-- Task requirements --
Reproduce only what lies between the first line of the material below and the line containing "6.31c). ln Phi", with both of those lines included and every line kept exact.

-- Input for this task --

:::::

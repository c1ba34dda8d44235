// SPDX-License-Identifier: GPL-2.0-or-later
#pragma once

#include <cstddef>
#include <span>
#include <vector>

#include "base/quantity.h"
#include "model/galaxy_spec.h"

namespace foreglow {

/// What the electrons of the Galaxy radiate, for every frequency and field at once.
///
/// Phi(a, z) = integral of N(E, z) F(a/E^2) dE with a = nu/(c1 B) [GeV^2]; N of the old disc at the Sun's
/// radius and of the young disc in its plane [m^-3 GeV^-1]; the emissivity of isotropic electrons is then
/// sqrt(3) e^3 B/(16 pi^2 eps0 m c) Phi (Ginzburg & Syrovatskii 1965; Rybicki & Lightman eq. 6.31c). ln Phi
/// lies on a grid even in ln a and in t, z = height_limit t^2 (so that exp(-z/h) is smooth and even in t),
/// with a cubic B-spline through it. Relative error below 1e-7.
class GalaxyTable {
  public:
    explicit GalaxyTable(const GalaxySpec& galaxy);

    /// Returns ln Phi of the old disc.
    /// @param log_a   beyond the ends of the grid (6e-6 and 3e10 GeV^2) Phi continues as a power law
    /// @param height  |z| [kpc], at most height_limit
    [[nodiscard]] double log_old(double log_a, double height) const;
    /// Returns ln Phi of the young disc.
    [[nodiscard]] double log_young(double log_a) const;
    /// Returns d ln Phi/d ln a of the old disc.
    [[nodiscard]] double slope_old(double log_a, double height) const;

    /// Writes the coefficients of ln Phi(log_a, t) of the old disc as a spline in t alone, [height_points].
    void write_old_row(double log_a, std::span<double> out) const;

    static constexpr double height_step = 1.0 / 96;  ///< of t
    static constexpr int margin = 10;  ///< points beyond either end, where the spline's ends are forgotten
    static constexpr int height_points = 96 + 2 * margin + 1;

  private:
    [[nodiscard]] double along_height(std::span<const double> row, double height) const;

    double height_limit_;
    std::vector<double> old_, young_;  ///< spline coefficients, old_ [a][t]
};

/// The same at a few frequencies as a function of the field: rows over ln B and t, the frequencies side by
/// side, so that one place in the Galaxy serves them all.
class GalaxyNodes {
  public:
    /// @param frequencies  [K], at least one
    GalaxyNodes(const GalaxyTable& table, std::span<const Frequency> frequencies);

    static constexpr double field_low = 0.003;  ///< [uG]; weaker fields, whose light is nothing, count as it
    static constexpr double field_high = 3000;
    static constexpr double field_step = 0.08;  ///< of ln B
    static constexpr int margin = GalaxyTable::margin;
    static constexpr std::size_t lanes = 8;  ///< the frequencies of one widest vector
    static constexpr int field_points = 173 + 2 * margin + 2;

    [[nodiscard]] std::size_t padded_count() const { return padded_; }
    [[nodiscard]] std::size_t count() const { return frequencies_.size(); }
    [[nodiscard]] std::span<const Frequency> frequencies() const { return frequencies_; }
    [[nodiscard]] std::span<const double> old_disc() const { return old_; }      ///< [B][t][padded]
    [[nodiscard]] std::span<const double> young_disc() const { return young_; }  ///< [B][padded]

  private:
    std::vector<Frequency> frequencies_;
    std::size_t padded_;  ///< K rounded up to whole vectors; the last frequency fills the rest
    std::vector<double> old_, young_;
};

}  // namespace foreglow
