// SPDX-License-Identifier: GPL-2.0-or-later
#include "model/galaxy_section.h"

#include <array>
#include <limits>
#include <map>
#include <optional>

#include "base/error.h"
#include "base/quantity.h"
#include "base/text.h"
#include "model/typed_keys.h"

namespace foreglow {
namespace {

struct Unit {
    const char* kind;  // the unit that a GalaxySpec holds
    const char* name;
    double scale;
};
constexpr std::array units{
    Unit{"kpc", "kpc", 1},     Unit{"kpc", "pc", 1e-3},
    Unit{"uG", "uG", 1},       Unit{"uG", "nG", 1e-3},
    Unit{"uG", "mG", 1e3},     Unit{"GeV", "GeV", 1},
    Unit{"GeV", "MeV", 1e-3},  Unit{"GeV", "TeV", 1e3},
    Unit{"deg", "deg", 1},     Unit{"deg", "rad", 180 / 3.141592653589793238462643383279502884},
    Unit{"cm^-3", "cm^-3", 1}, Unit{"m^-3 GeV^-1", "m^-3 GeV^-1", 1},
    Unit{"K_RJ", "K_RJ", 1},   Unit{"K_RJ", "mK_RJ", 1e-3}};

// A number of the given unit, kept where the key is absent.
struct Wanted {
    const char* unit;
    double low, high;
};

void read_into(TomlReader& reader, const std::string& key, const Wanted& wanted, double& value) {
    const std::string kind = wanted.unit;
    if (kind.empty()) {
        if (const auto number =
                read_number(reader, key, wanted.low, wanted.high, key + " = " + format_exact(value)))
            value = *number;
        return;
    }
    const std::string example = key + " = \"" + format_exact(value) + " " + kind + "\"";
    const auto text = reader.text(key, example);
    if (!text) return;
    NumberWithUnit parsed;
    try {
        parsed = parse_number_with_unit(*text);
    } catch (const InputError& error) {
        reader.fail(key, std::string(error.what()) + ": write it as " + example);
    }
    std::string list;
    for (const Unit& unit : units) {
        if (unit.kind != kind) continue;
        list += (list.empty() ? "" : ", ") + std::string(unit.name);
        if (parsed.unit != unit.name) continue;
        const double scaled = parsed.value * unit.scale;
        if (!(scaled >= wanted.low && scaled <= wanted.high))
            reader.fail(key, "must lie between " + format_exact(wanted.low) + " and " +
                                 format_exact(wanted.high) + " " + kind + ", for example " + example +
                                 ", but is '" + *text + "'");
        value = scaled;
        return;
    }
    reader.fail(key, (parsed.unit.empty() ? std::string("has no unit")
                                          : "has the unit '" + parsed.unit + "', which does not fit") +
                         ": write it as " + example + " (" + list + ")");
}

GalaxyLoop read_loop(TomlReader reader, std::size_t number) {
    GalaxyLoop loop;
    loop.name = reader.text("name", "name = \"I\"").value_or(std::to_string(number));
    reader.set_section("[[galaxy.loop]] '" + loop.name + "'");
    struct Key {
        const char* name;
        Wanted wanted;
        double GalaxyLoop::*member;
        bool required;
    };
    using L = GalaxyLoop;
    const std::array keys{Key{"longitude", {"deg", -360, 360}, &L::longitude, true},
                          Key{"latitude", {"deg", -90, 90}, &L::latitude, true},
                          Key{"diameter", {"deg", 0.1, 179}, &L::diameter, true},
                          Key{"distance", {"kpc", 1e-4, 100}, &L::distance, true},
                          Key{"thickness", {"", 1e-3, 1}, &L::thickness, false},
                          Key{"brightness", {"K_RJ", 0, 1e6}, &L::brightness, true},
                          Key{"bright_angle", {"deg", -360, 360}, &L::bright_angle, false},
                          Key{"faint_side", {"", 0, 1}, &L::faint_side, false},
                          Key{"contrast", {"", 0, 20}, &L::contrast, false},
                          Key{"field", {"uG", 0.01, 1e3}, &L::field, false}};
    for (const Key& key : keys) {
        if (key.required && !reader.has(key.name))
            reader.fail_missing(key.name, std::string(key.name) + " = \"100 " + key.wanted.unit + "\"");
        read_into(reader, key.name, key.wanted, loop.*key.member);
    }
    reader.check_no_other_keys();
    return loop;
}

void check_together(const TomlReader& reader, const GalaxySpec& galaxy) {
    if (!galaxy.disc && !galaxy.loops)
        reader.fail_here("[galaxy] has both 'disc' and 'loops' off, which leaves no sky: switch one on");
    if (galaxy.radius_limit <= galaxy.sun_radius)
        reader.fail("radius_limit", "must be larger than sun_radius, " + format_exact(galaxy.sun_radius) +
                                        " kpc, since lines of sight begin at the Sun");
}

}  // namespace

GalaxySpec read_galaxy(TomlReader reader) {
    GalaxySpec galaxy;
    galaxy.disc = reader.boolean("disc").value_or(galaxy.disc);
    galaxy.loops = reader.boolean("loops").value_or(galaxy.loops);
    galaxy.turbulence = reader.boolean("turbulence").value_or(galaxy.turbulence);
    if (const auto seed =
            read_integer(reader, "seed", 0, std::numeric_limits<std::int64_t>::max(), "seed = 1"))
        galaxy.seed = static_cast<std::uint64_t>(*seed);
    std::map<std::string, std::optional<TomlReader>> sections;
    for (const char* name : {"electrons", "field", "gas"}) {
        sections[name] = reader.table(name);
        if (sections[name]) sections[name]->set_section("[galaxy." + std::string(name) + "]");
    }
    for (const GalaxyKey& key : galaxy_keys()) {
        const std::string section = key.section;
        TomlReader* const from = section.empty()     ? &reader
                                 : sections[section] ? &*sections[section]
                                                     : nullptr;
        if (from != nullptr) read_into(*from, key.name, {key.unit, key.low, key.high}, galaxy.*key.member);
    }
    const std::vector<TomlReader> loops = reader.tables("loop");
    if (!loops.empty()) galaxy.shells.clear();
    for (const TomlReader& loop : loops)
        galaxy.shells.push_back(read_loop(loop, galaxy.shells.size() + 1));
    for (const auto& [name, section] : sections)
        if (section) section->check_no_other_keys();
    reader.check_no_other_keys();
    check_together(reader, galaxy);
    return galaxy;
}

}  // namespace foreglow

:::::

-- Response --
repository c1ba34dda8d44235
// SPDX-License-Identifier: GPL-2.0-or-later
#pragma once

#include <cstddef>
#include <span>
#include <vector>

#include "base/quantity.h"
#include "model/galaxy_spec.h"

namespace foreglow {

/// What the electrons of the Galaxy radiate, for every frequency and field at once.
///
/// Phi(a, z) = integral of N(E, z) F(a/E^2) dE with a = nu/(c1 B) [GeV^2]; N of the old disc at the Sun's
/// radius and of the young disc in its plane [m^-3 GeV^-1]; the emissivity of isotropic electrons is then
/// sqrt(3) e^3 B/(16 pi^2 eps0 m c) Phi (Ginzburg & Syrovatskii 1965; Rybicki & Lightman eq. 6.31c). ln Phi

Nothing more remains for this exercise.